Dead Man Down, the new directorial effort from Niels Arden Oplev, desperately tries to deliver the pleasures of both a noirish thriller and an action bonanza. Unfortunately, it fails at both. Some slick cinematography and a game cast are wasted, as you feel the story plod through each laborious plot point without any real impact. It’s not terrible at character building, but its inability to maintain a steady tone causes a mental checkout in the audience. Plus, it’s so damn familiar: the biggest twist that this film delivers is its utter refusal to provide us with a twist. We get two straight-forward characters, a straight-forward revenge plot, and a fractured sense of what the film would like to be. Why does a film like Dead Man Down exist? It’s too dark to make money, yet it’s too unoriginal and incoherent to be art. It gives us no real themes to marinate upon, yet it gives us very little memorable action in which to revel. It’s simply a mish-mosh and a shame. Dead Man Down never had a chance to get up in the first place.
Victor (Colin Farrell) works for Alphonse (Terrence Howard), a crime lord in New York City. Early on, we see Victor save Alphonse in a shootout– Victor becomes the only man Alphonse trusts. However, we find out that Victor is actually in deep cover unfolding a personal vendetta, involving torture, psychological torment, and clues involving photo cutouts, the way all good personal vendettas do. Unfortunately, Beatrice (Noomi Rapace), Victor’s cute neighbor from the apartment in the building across from his, witnesses Victor committing a murder. She blackmails him into helping her: she wants Victor to kill the drunk driver who hit her, permanently disfiguring her face– her life is ruined, because although she’s obviously gorgeous, a few scars on her face have her labeled “MONSTER” by the neighborhood kids, who throw rocks at her and write “MONSTER” on her apartment door in big letters (these must’ve been the kids from that Bully documentary I kept hearing about last year). As Victor’s plan comes closer to completion, he grows closer to Beatrice. Will he have a change of heart?
I’m a Colin Farrell fan, as he’s given primarily strong performances since the Alexander fiasco, and he does a fine job carrying the film. He could be a credible action hero, or he could be a credible noir hero… but the script requires him to be two different people in concurrent scenes, which, as one would predict, is a problem. Noomi Rapace does okay with a one-note character with no real life of her own: she adorns midriff-baring tops, she cries when she looks in the mirror, and she sells her character’s randomly shifting motivation to the best of her abilities. She really is only present to serve as the obvious counterpart to Farrell: she’s damaged on the outside, but he is on the inside, et cetera. Actors like Dominic Cooper and Isabelle Huppert do well with the nothing they’re given, and Armand Assante is completely awesome in a brief scene (God, I’d kill to see a version of this film with Assante in Farrell’s role). Finally, Terrence Howard is acting for his life in this film: he says he thinks the Iron Man fracas ruined his career, and he’s working hard enough here to show how much he means it. It’s fun to watch him be the heavy, even if his character’s eventual conclusion is horribly anti-climactic.
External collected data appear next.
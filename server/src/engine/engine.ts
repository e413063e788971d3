// The analysis service both adapters sit on: holds the workspace, runs the rules, applies allowances and levels.
import type { PythonParser, Tree } from './parser';
import { FactsCache, extractFacts, type Comment, type FileFacts } from './facts';
import { Workspace } from './workspace';
import { Views } from './views';
import { formatMessage, type Rule, type RuleContext } from './rule';
import { notebookSource, isNotebookPath, type SourceFile } from './source';
import { DEFAULT_THRESHOLDS, type EngineOptions, type Finding, type Level, type Thresholds } from './types';
import type { Span } from './ir';
import { LoweredStatements } from './lower';

export const INTERNAL_RULE = 'internal-error';

export interface Allowance {
  rules: string[];
  fileWide: boolean;
  /** 0-based line the allowance covers (its own line, or the next when alone on a line). */
  line: number;
  reason?: string;
}

const ALLOW_RE = /^regwise:\s*(allow|allow-file)\s+([a-z0-9-]+(?:\s*,\s*[a-z0-9-]+)*)\s*(?:--\s*(.*))?$/;

export function parseAllowances(comments: readonly Comment[]): Allowance[] {
  const out: Allowance[] = [];
  for (const c of comments) {
    const m = ALLOW_RE.exec(c.text.trim());
    if (!m) continue;
    out.push({
      rules: m[2].split(',').map((s) => s.trim()),
      fileWide: m[1] === 'allow-file',
      line: c.ownLine ? c.line + 1 : c.line,
      reason: m[3]?.trim() || undefined,
    });
  }
  return out;
}

export function isAllowed(allowances: readonly Allowance[], rule: string, line: number): boolean {
  return allowances.some((a) => a.rules.includes(rule) && (a.fileWide || a.line === line));
}

export class Engine {
  readonly ws = new Workspace();
  private readonly cache: FactsCache;
  private options: EngineOptions = {};
  /** Per path, the lowered statements of the editor's last version: an edit re-lowers only what it changed. */
  private readonly lowered = new Map<string, LoweredStatements>();

  constructor(readonly parser: PythonParser, readonly rules: readonly Rule[]) {
    this.cache = new FactsCache(parser);
  }

  configure(options: EngineOptions): void {
    this.options = options;
  }

  get thresholds(): Thresholds {
    return { ...DEFAULT_THRESHOLDS, ...this.options.thresholds };
  }

  /** Adds or replaces a file. `.ipynb` text is a notebook's JSON; an editor may pass its own tree for `.py`. */
  setFile(path: string, raw: string, tree?: Tree): SourceFile {
    let source: SourceFile = { path, text: raw, raw };
    if (isNotebookPath(path)) source = notebookSource(path, raw) ?? { path, text: '', raw };
    let facts: FileFacts;
    if (tree) {
      let reuse = this.lowered.get(path);
      if (!reuse) this.lowered.set(path, (reuse = new LoweredStatements()));
      facts = extractFacts(this.parser, source.text, tree, reuse);
    } else facts = this.cache.get(source.text);
    this.ws.addFile(source, facts);
    return source;
  }

  /** Adds a file whose program text and cell map the caller built (the editor's notebook documents). */
  setSource(source: SourceFile): void {
    this.ws.addFile(source, this.cache.get(source.text));
  }

  /**
   * Adds a file whose facts were extracted elsewhere (the scanner's worker threads). The facts must be those of
   * `source.text`; they enter the cache so a later `setFile` of the same text does not parse again.
   */
  setFileFacts(source: SourceFile, facts: FileFacts): void {
    this.cache.put(facts);
    this.ws.addFile(source, facts);
  }

  setDataFile(path: string, text: string): void {
    this.ws.addDataFile(path, text);
  }

  removeFile(path: string): void {
    this.lowered.delete(path);
    this.ws.removeFile(path);
  }

  /** Runs every enabled rule on each of `paths` (default: all files); findings in any file, deduplicated. */
  analyze(paths?: readonly string[], views = new Views(this.ws)): Finding[] {
    const targets = paths ?? [...this.ws.files.keys()];
    const findings: Finding[] = [];
    const seen = new Set<string>();
    const levels = this.options.levels ?? {};
    const thresholds = this.thresholds;
    for (const path of targets) {
      const file = this.ws.get(path);
      if (!file) continue;
      for (const rule of this.rules) {
        const setting = levels[rule.meta.id];
        if (setting === 'off') continue;
        const found: Finding[] = [];
        const ctx: RuleContext<Record<string, string>> = {
          file,
          path,
          ws: this.ws,
          views,
          thresholds,
          textOf: (p) => this.ws.get(p)?.source.text ?? '',
          edit: (p, start, end, newText) => ({ path: p, start, end, newText }),
          report: (r) => {
            const template = rule.meta.messages[r.messageId];
            found.push({
              rule: rule.meta.id,
              level: (setting as Level | undefined) ?? r.level ?? rule.meta.level,
              path: r.path,
              span: r.span,
              message: formatMessage(template, r.data as Record<string, string | number>),
              messageId: r.messageId,
              related: r.related ?? [],
              fixes: r.fixes ?? [],
              tags: r.tags ?? [],
            });
          },
        };
        try {
          rule.check(ctx);
        } catch (err) {
          found.length = 0;
          found.push(internalFinding(path, rule.meta.id, err));
        }
        for (const f of found) {
          const key = `${f.rule}\0${f.path}\0${f.span.start}\0${f.span.end}\0${f.messageId}`;
          if (seen.has(key)) continue;
          seen.add(key);
          findings.push(f);
        }
      }
    }
    return this.filterAllowed(findings).sort(compareFindings);
  }

  private filterAllowed(findings: Finding[]): Finding[] {
    const byPath = new Map<string, Allowance[]>();
    return findings.filter((f) => {
      if (f.rule === INTERNAL_RULE) return true;
      let a = byPath.get(f.path);
      if (!a) {
        a = parseAllowances(this.ws.get(f.path)?.facts.comments ?? []);
        byPath.set(f.path, a);
      }
      return !isAllowed(a, f.rule, f.span.line);
    });
  }
}

function internalFinding(path: string, rule: string, err: unknown): Finding {
  const span: Span = { start: 0, end: 0, line: 0, col: 0, endLine: 0, endCol: 0 };
  const msg = err instanceof Error ? err.message : String(err);
  return {
    rule: INTERNAL_RULE,
    level: 'error',
    path,
    span,
    message: `Rule ${rule} failed on this file and was skipped: ${msg}`,
    messageId: 'internal',
    related: [],
    fixes: [],
    tags: [],
  };
}

export function compareFindings(a: Finding, b: Finding): number {
  return a.path < b.path ? -1 : a.path > b.path ? 1 : a.span.start - b.span.start || (a.rule < b.rule ? -1 : a.rule > b.rule ? 1 : 0);
}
The problem isn’t the actors, who are trying. The problem certainly isn’t the visuals either: several scenes are hypnotic and stylish, even if some of the action is a bit too frenetically edited. Such is the dueling natures of this film: some scenes are slow boils, all about chemistry and slow deliberate visual patterns, while other scenes play out like an underworld Bourne Identity. Individual scenes in both approaches work. Some of Farrell and Rapace’s interplay is strong and mysterious, and certainly a showdown between Farrell and a wildly intimidating Howard works beautifully. A sequence in which Farrell assassinates a few key thugs and escapes oncoming adversaries in an apartment complex also unfolds well. However, none of this sticks, because the film… my initial inclination is to say it’s doing too much. Yet it’s not one of those ambitious films that tries to do too much; it’s the opposite. It feels neither style presented straight-forward will hold enough interest, so it shoots two totally different films and cross-cuts them at random. It’s the laziest attempt to make a film more complex imaginable. Such a pity– even with no twists or originality, either an action film or a noir with this cast could absolutely work, especially with this cinematographer shooting them so lovingly. Instead of getting a movie, we get moments in which we can ponder what Dead Man Down could have been.